On Wednesday, 4 November 2015 at 16:17:29 UTC, Jack Stouffer wrote:
Looking through the source code of std.string, a lot of the functions that allocate have range based non-allocating alternatives that accomplish the same task. I'm wondering if there is any specific reason to keep the allocating versions around? If there are two functions in the same module that perform the same task, why not do the cycle of deprecation->remove docs->remove on the allocating version, as the other function is clearly better. Also, it's more GC handling code that would be removed, which is good for PR reasons.
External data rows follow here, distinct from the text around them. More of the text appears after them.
def test_noise_is_strong_in_the_unstable_band_and_weak_beside_it():
    law, nx, length = load_law("kuramoto-sivashinsky"), 128, 120.0
    spectrum = np.fft.rfft(random_field(law, (1, nx), (1.0, length), 0, 1.0)[0, :, 0], norm="forward")
    k, sizes = TURN / length * np.arange(len(spectrum)), np.abs(spectrum)
    # Growth k^2 - k^4 is positive for 0 < k < 1.
    band, beside = (k > 0.0) & (k < 1.0), (k > 1.0) & (k < 1.9)
    assert np.sqrt(np.mean(sizes[beside] ** 2) / np.mean(sizes[band] ** 2)) == pytest.approx(0.1, abs=0.05)
    assert np.all(sizes[beside] > 0.0)
    assert sizes[k > 2.0].max() < 1e-15


def test_noise_on_one_unstable_wave_has_no_symmetry():
    # L = 11.54: the first wave alone grows. A single wave is odd about one of its zeros.
    law, nx, length = load_law("kuramoto-sivashinsky"), 32, 11.54
    spectrum = np.fft.rfft(random_field(law, (1, nx), (1.0, length), 0, 1.0)[0, :, 0], norm="forward")
    odd = spectrum[2] * np.exp(-2j * (np.angle(spectrum[1]) + 0.5 * np.pi))
    assert abs(odd.real) > 1e-3


# Refusals.


def constrained_law(expression: sympy.Expr, text: str) -> Law:
    """Return a law u_t = u_xx + psi with a constraint for psi that the parser need not accept."""
    base = read_law("own", ("u_t = u_xx + psi", "psi - u = 0"), ("u", "psi"), {}, 1)
    equations = (base.equations[0], Equation("psi", False, expression))
    return Law("own", 1, base.components, equations, (), (base.text[0], text), base.symmetries)


def test_constraint_that_is_not_linear_is_refused():
    u, psi = sympy.Symbol("u", real=True), sympy.Symbol("psi", real=True)
    law = constrained_law(psi - u**2, "psi - u**2 = 0")
    with pytest.raises(
        InputError, match=r"linear with constant coefficients, got 'psi - u\*\*2 = 0' for psi"
    ):
        line(law, 8, 1.0, 0.1)


def test_constraint_that_leaves_a_wave_open_is_refused():
    u, psi = sympy.Symbol("u", real=True), sympy.Symbol("psi", real=True)
    law = constrained_law(psi + Deriv(psi, 2, 0) - u, "psi + psi_xx - u = 0")
    with pytest.raises(InputError, match="must determine psi at every wavenumber, and does not at kx = 1"):
        line(law, 8, TURN, 0.1)


def test_short_waves_that_grow_are_refused():
    law = read_law("own", ("u_t + u*u_x + nu*u_xx = 0",), ("u",), {"nu": 1.0}, 1)
    with pytest.raises(
        InputError, match=r"needs short waves that decay.*raise the nodes, or check the signs"
    ):
        line(law, 16, 5.0, 0.1)
    assert line(law, 16, 5.0, 0.1, nu=-1.0).fastest_growth == 0.0
    with pytest.raises(InputError, match="on 8 x 1 nodes the shortest wave grows"):
        line(load_law("kuramoto-sivashinsky"), 8, 40.0, 0.1)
And why break the code that uses them? They work just fine, and for many programs, the allocation is a non-issue and simply getting a string back rather than a range is more user-friendly. We probably wouldn't add functions like them at this point (particularly if we already had the range-based ones), but I really don't see any point in removing them. And even if it were good PR to remove GC-allocating functions, it's bad PR to break existing code, so it needs to have a solid reason as to why it's worth it, which I don't think that we have in this case. And it's not like we're ever going to remove all of the GC-allocating stuff from Phobos anyway. Some stuff needs it. We just want to make it so that the GC is not required by the code when it's not actually required to do what the code does. And if we have an eager function that allocates and a lazy one which doesn't, we've provided the @nogc option for that functionality already.